Linux Watchdog Service on Vultr
Introduction
In order to automatically recover from guest lockup events, Vultr supports the Linux watchdog service. When you install, configure, and run the watchdog service on your instance, it will interact with a special virtual device which Vultr will monitor. If the watchdog fails, the Vultr control plane will automatically reboot your instance. This document will focus on the wd_keepalive service, which is a simplified daemon exclusively focused on the watchdog hardware device.
These instructions are provided showcasing Debian 11 as an example.
Prerequisites
To use Watchdog, you need:
- Vultr cloud server instance with appropriate watchdog drivers and kernel module loaded
- Install the publicly maintained watchdog software suite
- Configure and run the wd_keepalive daemon
Preliminary Setup
Verify your instance recognizes the watchdog device:
ls -al /dev/watchdog*
Install the watchdog software from standard repositories:
apt-get install watchdog
edit /etc/watchdog.conf
and uncomment the watchdog-device line;
# Uncomment this to use the watchdog device driver access "file".
#watchdog-device = /dev/watchdog
edit the Systemd configuration file /lib/systemd/system/wd_keepalive.service
and add the following lines under the [Install]
section.
[Install]
WantedBy=multi-user.target
Rebuild Systemd files, Start the Watchdog service and set it to run at system boot:
systemctl daemon-reload; systemctl start wd_keepalive; systemctl enable wd_keepalive; systemctl status wd_keepalive
Testing
To observe the behavior of the watchdog, you can trigger a system hang as follows.
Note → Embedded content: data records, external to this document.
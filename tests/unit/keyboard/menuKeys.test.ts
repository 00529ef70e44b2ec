// @vitest-environment happy-dom
/**
 * A menu's keys as the WAI-ARIA menu pattern names them (https://www.w3.org/WAI/ARIA/apg/patterns/menu-button/):
 * Down and Up move to the next and previous item and wrap round, Home and End go to the first and last item.
 */
import { describe, expect, it } from 'vitest';
import { menuStep, onMenuKeydown } from '../../../src/keyboard/menuKeys';

describe('menuStep', () => {
  it('moves down and up through four items and wraps round at either end', () => {
    expect(menuStep('ArrowDown', 0, 4)).toBe(1);
    expect(menuStep('ArrowDown', 3, 4)).toBe(0);
    expect(menuStep('ArrowUp', 2, 4)).toBe(1);
    expect(menuStep('ArrowUp', 0, 4)).toBe(3);
  });

  it('goes from the menu itself to the first item with Down and to the last with Up', () => {
    expect(menuStep('ArrowDown', -1, 4)).toBe(0);
    expect(menuStep('ArrowUp', -1, 4)).toBe(3);
  });

  it('goes to the first and last item with Home and End, and leaves other keys and empty menus alone', () => {
    expect(menuStep('Home', 2, 4)).toBe(0);
    expect(menuStep('End', 1, 4)).toBe(3);
    expect(menuStep('Enter', 1, 4)).toBeNull();
    expect(menuStep('ArrowLeft', 1, 4)).toBeNull();
    expect(menuStep('ArrowDown', -1, 0)).toBeNull();
  });
});

describe('onMenuKeydown', () => {
  /** A menu of three items, the middle one disabled, as Quasar renders it; the focus on the menu element. */
  function menu() {
    const root = document.createElement('div');
    root.tabIndex = -1;
    root.innerHTML =
      '<div role="menu"><div role="menuitem" tabindex="0">Open</div>' +
      '<div role="menuitem" aria-disabled="true">Rename</div><div role="menuitem" tabindex="0">Delete</div></div>';
    document.body.replaceChildren(root);
    root.addEventListener('keydown', onMenuKeydown);
    root.focus();
    const items = Array.from(root.querySelectorAll<HTMLElement>('[role="menuitem"]'));
    const press = (key: string) => {
      const evt = new KeyboardEvent('keydown', { key, bubbles: true, cancelable: true });
      (document.activeElement ?? root).dispatchEvent(evt);
      return evt;
    };
    return { items, press };
  }

  it('moves the focus over the items it can take, skipping a disabled one, and keeps the key from the page', () => {
    const { items, press } = menu();
    const reached: string[] = [];
    document.body.addEventListener('keydown', (e) => reached.push(e.key));
    expect(press('ArrowDown').defaultPrevented).toBe(true);
    expect(document.activeElement).toBe(items[0]);
    press('ArrowDown');
    expect(document.activeElement).toBe(items[2]);
    press('ArrowDown');
    expect(document.activeElement).toBe(items[0]);
    press('End');
    expect(document.activeElement).toBe(items[2]);
    expect(reached).toEqual([]);
    // Enter is the item's own (Quasar turns it into a click): it passes on untouched.
    expect(press('Enter').defaultPrevented).toBe(false);
    expect(reached).toEqual(['Enter']);
  });
});
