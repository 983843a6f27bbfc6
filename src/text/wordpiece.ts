// defines: WordPieceTokenizer, Encoding, FlatEncoding, WordPieceOptions, VocabularyError —
// BERT WordPiece tokenisation with the [start, end) of every token in the ORIGINAL string
// (UTF-16 code units, as JavaScript string indices count), before lowercasing and accent
// stripping.
//
// Why our own implementation rather than `@huggingface/tokenizers` at run time: that
// library (0.2.0) returns ids and tokens but no character offsets, and offsets cannot be
// recovered afterwards without running the normaliser again with an alignment map, which
// is the whole job. Doing it in one pass over the text is also several times faster. The
// library stays as an independent check of our ids in tests/text/.
//
// The algorithm, one pass over the original code points:
//   1. each code point becomes its normalised text (normalize.ts: clean, isolate CJK, strip
//      accents, lowercase), and every normalised code unit remembers the original range
//      [i, i + 1 or 2) of the code point it came from;
//   2. the pre-tokeniser splits words on whitespace and isolates punctuation;
//   3. each word goes through greedy longest-match-first WordPiece (Schuster & Nakajima
//      2012; BERT's `WordpieceTokenizer`): the longest vocabulary entry that prefixes the
//      rest of the word, continuation pieces spelled with "##"; a word with more than
//      `maxCharsPerWord` code points, or one that cannot be covered, is a single [UNK];
//   4. a token's offsets are the original start of its first normalised code unit and the
//      original end of its last one — the same rule `tokenizers` uses, so the offsets of
//      the two libraries agree (tests/text/wordpiece-reference.test.ts).
import { ALONE, BertCharTable, SPACE, bertOptions, type BertNormalizerOptions } from './normalize.js';

/** The bare encoding of one text (no special tokens), as DEVELOPERS.md specifies. */
export interface Encoding {
  ids: number[];
  tokens: string[];
  /** [start, end) in UTF-16 code units of the original text */
  offsets: [number, number][];
}

/** The same, in typed arrays: what feature building reads. */
export interface FlatEncoding {
  ids: Int32Array;
  starts: Int32Array;
  ends: Int32Array;
}

export interface WordPieceOptions {
  /** lowercase before lookup (uncased models); default: decided from the vocabulary, see fromVocabTxt */
  lowercase?: boolean;
  /** strip accents; default: the value of `lowercase`, as BERT's uncased models do */
  stripAccents?: boolean;
  /** a word longer than this (in code points) becomes [UNK]; default 100 (BERT's value) */
  maxCharsPerWord?: number;
  /** the mark of a word-continuing piece; default "##" */
  continuingPrefix?: string;
  unkToken?: string;
}

/** A vocabulary file that cannot be used; the message names the file and what is wrong. */
export class VocabularyError extends Error {
  constructor(message: string) {
    super(message);
    this.name = 'VocabularyError';
  }
}

const SPECIAL = { pad: '[PAD]', cls: '[CLS]', sep: '[SEP]', mask: '[MASK]' } as const;
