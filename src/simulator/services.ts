// The network side of the simulator's machines: what `loadStart`, `saveProgress`, `submitAttempt`,
// `loadServerCopy` and `loadReplay` do in the app (tests give the machines their own).
import { fromPromise } from 'xstate'
import type { AttemptDetail, AttemptSummary, SubmitAttemptRequest } from '@shared/api/attempts'
import { DEFAULT_ASSISTANCE_LEVEL } from '@shared/scenario/assistance'
import { useAssignmentsStore } from '@/stores/assignments'
import { useAttemptsStore } from '@/stores/attempts'
import { useScenariosStore } from '@/stores/scenarios'
import { usePracticeStore } from '@/stores/practice'
import type { AttemptCopy } from './machines/attemptStart'
import { liveGradingActor } from './machines/liveGrading'
import type { LiveStart, LiveTarget } from './machines/liveAttemptMachine'
import type { ReplaySource } from './machines/replayMachine'
import { attemptStorageKey, createAttemptStore } from './storage/attemptStore'

function serverCopy(detail: AttemptDetail): AttemptCopy {
  return {
    source: 'server',
    attemptId: detail.id,
    events: detail.events,
    savedAt: detail.updatedAt,
    assistance: detail.assistanceLevel,
  }
}

/** Call inside a component's setup (Pinia stores). */
export function liveAttemptActors() {
  const attempts = useAttemptsStore()
  const scenarios = useScenariosStore()
  const assignments = useAssignmentsStore()
  const practice = usePracticeStore()

  /** The newest attempt in progress for this exercise on the server (another computer may have made it). */
  async function newestInProgress(
    target: LiveTarget,
    scenarioVersionId: string,
  ): Promise<AttemptCopy | null> {
    if (target.attemptId) {
      const asked = await attempts.get(target.attemptId)
      if (asked.status === 'inProgress') return serverCopy(asked)
    }
    const page = await attempts.page({
      status: 'inProgress',
      pageSize: 5,
      ...(target.assignmentId ? { assignmentId: target.assignmentId } : { scenarioId: scenarioVersionId }),
    })
    const newest = page.items.find((a) => (target.assignmentId ? true : a.assignmentId === null))
    return newest ? serverCopy(await attempts.get(newest.id)) : null
  }

  return {
    loadStart: fromPromise<LiveStart, { target: LiveTarget }>(async ({ input: { target } }) => {
      const assignment = target.assignmentId ? await assignments.get(target.assignmentId) : null
      // Free practice an instructor has closed stops here, in the server's words, before any work is done.
      if (target.mode === 'practice') await practice.check(target.scenarioKey)
      const detail = assignment
        ? await scenarios.getVersion(assignment.scenarioKey, assignment.scenarioVersion)
        : target.scenarioVersion
          ? await scenarios.getVersion(target.scenarioKey, target.scenarioVersion)
          : await scenarios.get(target.scenarioKey)
      const store = createAttemptStore(attemptStorageKey(detail.id, target.assignmentId))
      const local = store.load()
      const server = await newestInProgress(target, detail.id)
      return {
        scenario: detail.document,
        scenarioTitle: detail.title,
        scenarioVersionId: detail.id,
        assignment: assignment
          ? {
              title: assignment.title,
              attemptLimit: assignment.attemptLimit,
              attemptsUsed: assignment.myProgress?.attemptsUsed ?? 0,
              hintsAllowed: assignment.hintsAllowed,
            }
          : null,
        assistance:
          server?.assistance ?? assignment?.assistanceLevel ?? target.assistance ?? DEFAULT_ASSISTANCE_LEVEL,
        store,
        browser: local.copy ? { source: 'browser', ...local.copy } : null,
        server,
        problem: local.problem,
      }
    }),
    loadServerCopy: fromPromise<AttemptCopy, { attemptId: string }>(async ({ input }) =>
      serverCopy(await attempts.get(input.attemptId)),
    ),
    saveProgress: fromPromise<AttemptSummary, SubmitAttemptRequest>(({ input }) => attempts.submit(input)),
    submitAttempt: fromPromise<AttemptSummary, SubmitAttemptRequest>(({ input }) => attempts.submit(input)),
    liveGrading: liveGradingActor(),
  }
}

export function replayActors() {
  const attempts = useAttemptsStore()
  const scenarios = useScenariosStore()
  return {
    loadReplay: fromPromise<ReplaySource, { attemptId: string }>(async ({ input }) => {
      const attempt = await attempts.get(input.attemptId)
      const version = await scenarios.getById(attempt.scenarioId)
      return { attempt, scenario: version.document }
    }),
  }
}
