// Remembers (per browser) that the simulator's safety notice was read and acknowledged.
export const SAFETY_ACK_KEY = 'slipway.safetyAcknowledged.v1'

export function safetyAcknowledged(): boolean {
  return localStorage.getItem(SAFETY_ACK_KEY) !== null
}

export function acknowledgeSafety(now = new Date()) {
  localStorage.setItem(SAFETY_ACK_KEY, now.toISOString())
}
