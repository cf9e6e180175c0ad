// The Pixi panel as a lazy component: the panel and Pixi load in their own chunk, with the route.
import { defineAsyncComponent } from 'vue'

export const SimulatorPanel = defineAsyncComponent({
  loader: () => import('./components/SimulatorPanel.vue'),
  timeout: 30_000,
})

export type SimulatorMode = 'practice' | 'assignment' | 'replay'
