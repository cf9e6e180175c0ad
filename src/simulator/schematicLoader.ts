// The schematic tab's drawing as a lazy component: the layout code and its font metrics load in their own
// chunk when the tab is first opened, so the panel's chunk does not carry them.
import { defineAsyncComponent, h } from 'vue'

export const PanelSchematic = defineAsyncComponent({
  loader: () => import('./components/PanelSchematic.vue'),
  loadingComponent: { render: () => h('p', { class: 'text-body-2' }, 'Loading the drawing…') },
  errorComponent: {
    render: () =>
      h(
        'p',
        { class: 'text-body-2', role: 'alert' },
        'The drawing could not be loaded. Reload the page to try again.',
      ),
  },
  delay: 100,
  timeout: 30_000,
})
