// Remembers (per browser) that the simulator's safety notice was read and acknowledged.
import { browserStorage } from '@/composables/browserStorage'
export const SAFETY_ACK_KEY = 'slipway.safetyAcknowledged.v1'

export function safetyAcknowledged(): boolean {
  return browserStorage('localStorage').getItem(SAFETY_ACK_KEY) !== null
}

export function acknowledgeSafety(now = new Date()) {
  browserStorage('localStorage').setItem(SAFETY_ACK_KEY, now.toISOString())
}
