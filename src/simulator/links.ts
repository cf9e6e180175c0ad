// Where an attempt's result is read: the apprentice's own result page, or the instructor's review.
import type { Role } from '@shared/api'

export function attemptResultPath(attemptId: string, role: Role | null): string {
  return role === 'apprentice' ? `/learn/attempts/${attemptId}` : `/teach/attempts/${attemptId}`
}
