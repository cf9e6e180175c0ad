// Panel keys (letters, Delete, + − 0, Escape) act only when the user is not typing in a field or menu.
export function typingInField(e: KeyboardEvent): boolean {
  const el = e.target as HTMLElement | null
  return !!el?.closest?.('input, textarea, select, [contenteditable], .v-overlay__content')
}
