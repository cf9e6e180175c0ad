// The Pixi panel as a lazy component: the panel and Pixi load in their own chunk, with the route.
import { defineAsyncComponent } from 'vue'
import type { LiveTarget } from './machines/liveAttemptMachine'

export const SimulatorPanel = defineAsyncComponent({
  loader: () => import('./components/SimulatorPanel.vue'),
  timeout: 30_000,
})

/** What the route asks the simulator to open: ids only; the simulator's machines load the rest. */
export type SimulatorRequest = { kind: 'replay'; attemptId: string } | { kind: 'live'; target: LiveTarget }

/** Watching a panel live (instructors): the same chunk's renderer, through the replay machine. */
export const WatchPanel = defineAsyncComponent({
  loader: () => import('./components/WatchSession.vue'),
  timeout: 30_000,
})
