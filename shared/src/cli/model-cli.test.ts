import { spawnSync } from 'node:child_process';
import { mkdtempSync, writeFileSync } from 'node:fs';
import { tmpdir } from 'node:os';
import { join } from 'node:path';
import { beforeAll, describe, expect, it } from 'vitest';

// The command line is a contract (issue 3): spawn it exactly as users do.
const root = join(__dirname, '..', '..', '..');
const dir = mkdtempSync(join(tmpdir(), 'keyloom-cli-'));
const train = join(dir, 'train.txt');
const test = join(dir, 'test.txt');
const binary = join(dir, 'binary.dat');
const badUtf8 = join(dir, 'bad.txt');
const testText = 'Pepper and I took the boat out this morning. The wind was good.\n';

function model(...args: string[]): { status: number | null; stdout: string; stderr: string } {
  const run = spawnSync(process.execPath, ['--import', 'tsx', 'shared/src/cli/model.ts', ...args], {
    cwd: root,
    encoding: 'utf8',
    timeout: 120_000,
  });
  return { status: run.status, stdout: run.stdout, stderr: run.stderr };
}

beforeAll(() => {
  // Invented demo text (the Willowmere demo scenario), not from any corpus.
  const lines = [
    'Pepper and I went down to the harbour this morning.',
    'The wind was good so we took the boat out past the point.',
    'Pepper sat in the bow and barked at the gulls the whole way.',
    'In the evening I played some jazz on the piano for my sister.',
    'She says my left hand is getting stronger every week.',
  ];
  writeFileSync(train, lines.join('\n').repeat(20));
  writeFileSync(test, testText);
  writeFileSync(binary, Buffer.from([0x4b, 0x00, 0x4c, 0x00]));
  writeFileSync(badUtf8, Buffer.from([0x61, 0x62, 0xc3, 0x28, 0x63]));
});

describe('model evaluate', () => {
  it('prints exactly the contract keys with --json', () => {
    const r = model('evaluate', '--train', train, '--test', test, '--order', '4', '--escape', 'D', '--json');
    expect(r.status).toBe(0);
    const out = JSON.parse(r.stdout) as Record<string, unknown>;
    expect(Object.keys(out).sort()).toEqual(
      [
        'adaptive',
        'baseWeight',
        'bpcCoded',
        'bpcIdeal',
        'chars',
        'codedBytes',
        'escape',
        'keystrokeSavings',
        'kspc',
        'ms',
        'order',
        'roundTrip',
        'scanStepsPerChar',
      ].sort(),
    );
    expect(out.chars).toBe([...testText].length);
    expect(out.order).toBe(4);
    expect(out.escape).toBe('D');
    expect(out.roundTrip).toBe(true);
    expect(out.adaptive).toBe(true);
    expect(out.baseWeight).toBe(0);
    const ks = out.keystrokeSavings as Record<string, number>;
    const kspc = out.kspc as Record<string, number>;
    expect(Object.keys(ks)).toEqual(['1', '2', '3', '4', '5', '6', '7', '8', '9', '10']);
    for (let w = 1; w <= 10; w++) expect(ks[w] + kspc[w]).toBeCloseTo(1, 5);
    expect(ks['10']).toBeGreaterThan(0.3); // the test text repeats the training phrases
    expect(Object.keys(out.scanStepsPerChar as object).sort()).toEqual(['modelOrdered', 'rowColumn']);
    // Real coded stream: within a few bytes of the ideal length (WNC87 bound, REFERENCES §3).
    expect(Math.abs((out.bpcCoded as number) - (out.bpcIdeal as number)) * testText.length).toBeLessThan(40);
  });

  it('prints a readable summary without --json', () => {
    const r = model('evaluate', '--train', train, '--test', test, '--adaptive', 'off');
    expect(r.status).toBe(0);
    expect(r.stdout).toMatch(/Bits per character/);
    expect(r.stdout).toMatch(/static/);
  });

  it('exits with 2 and one line on a bad argument', () => {
    const r = model('evaluate', '--train', train, '--test', test, '--escape', 'Q');
    expect(r.status).toBe(2);
    expect(r.stderr.trim().split('\n')).toHaveLength(1);
    expect(r.stderr).toMatch(/--escape/);
  });

  it('exits with 2 on non-text files, naming them', () => {
    const nul = model('evaluate', '--train', binary, '--test', test);
    expect(nul.status).toBe(2);
    expect(nul.stderr).toContain(binary);
    const bad = model('evaluate', '--train', train, '--test', badUtf8, '--json');
    expect(bad.status).toBe(2);
    expect(bad.stderr).toMatch(/UTF-8/);
    const missing = model('evaluate', '--train', join(dir, 'nope.txt'), '--test', test);
    expect(missing.status).toBe(2);
  });
});

describe('model suggest', () => {
  it('prints a ranked JSON array of {word, p}', () => {
    const r = model(
      'suggest',
      '--train',
      train,
      '--context',
      'Pepper sat in the b',
      '--slots',
      '3',
      '--json',
    );
    expect(r.status).toBe(0);
    const list = JSON.parse(r.stdout) as { word: string; p: number }[];
    expect(list.length).toBeGreaterThan(0);
    expect(list.length).toBeLessThanOrEqual(3);
    expect(list[0].word).toBe('bow');
    for (const s of list) {
      expect(Object.keys(s).sort()).toEqual(['p', 'word']);
      expect(s.word.startsWith('b')).toBe(true);
    }
    for (let i = 1; i < list.length; i++) expect(list[i].p).toBeLessThanOrEqual(list[i - 1].p);
  });

  it('exits with 2 on a bad --slots', () => {
    const r = model('suggest', '--train', train, '--context', 'the', '--slots', 'many');
    expect(r.status).toBe(2);
    expect(r.stderr).toMatch(/--slots/);
  });
});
Your instance should automatically reboot in about a minute after hanging it with this command:
sync; sleep 2; sync; echo c > /proc/sysrq-trigger
Related documents
Troubleshooting
Verify wd_keepalive is running
root@vultr:~# systemctl status wd_keepalive
wd_keepalive.service - watchdog keepalive daemon
Loaded: loaded (/lib/systemd/system/wd_keepalive.service; enabled; vendor preset: enabled)
Active: active (running) since Tue 2023-05-30 16:36:49 UTC; 5s ago
Process: 1831 ExecStartPre=/bin/sh -c [ -z "${watchdog_module}" ] || [ "${watchdog_module}" = "none" ] || /sbin/modprobe $watchdog_module (code=exited, status=0/SUCCESS)
Process: 1832 ExecStartPre=/bin/systemctl reset-failed watchdog.service (code=exited, status=0/SUCCESS)
Process: 1833 ExecStart=/usr/sbin/wd_keepalive $watchdog_options (code=exited, status=0/SUCCESS)
Process: 1836 ExecStartPost=/bin/sh -c ln -s /var/run/wd_keepalive.pid /run/sendsigs.omit.d/wd_keepalive.pid (code=exited, status=0/SUCCESS)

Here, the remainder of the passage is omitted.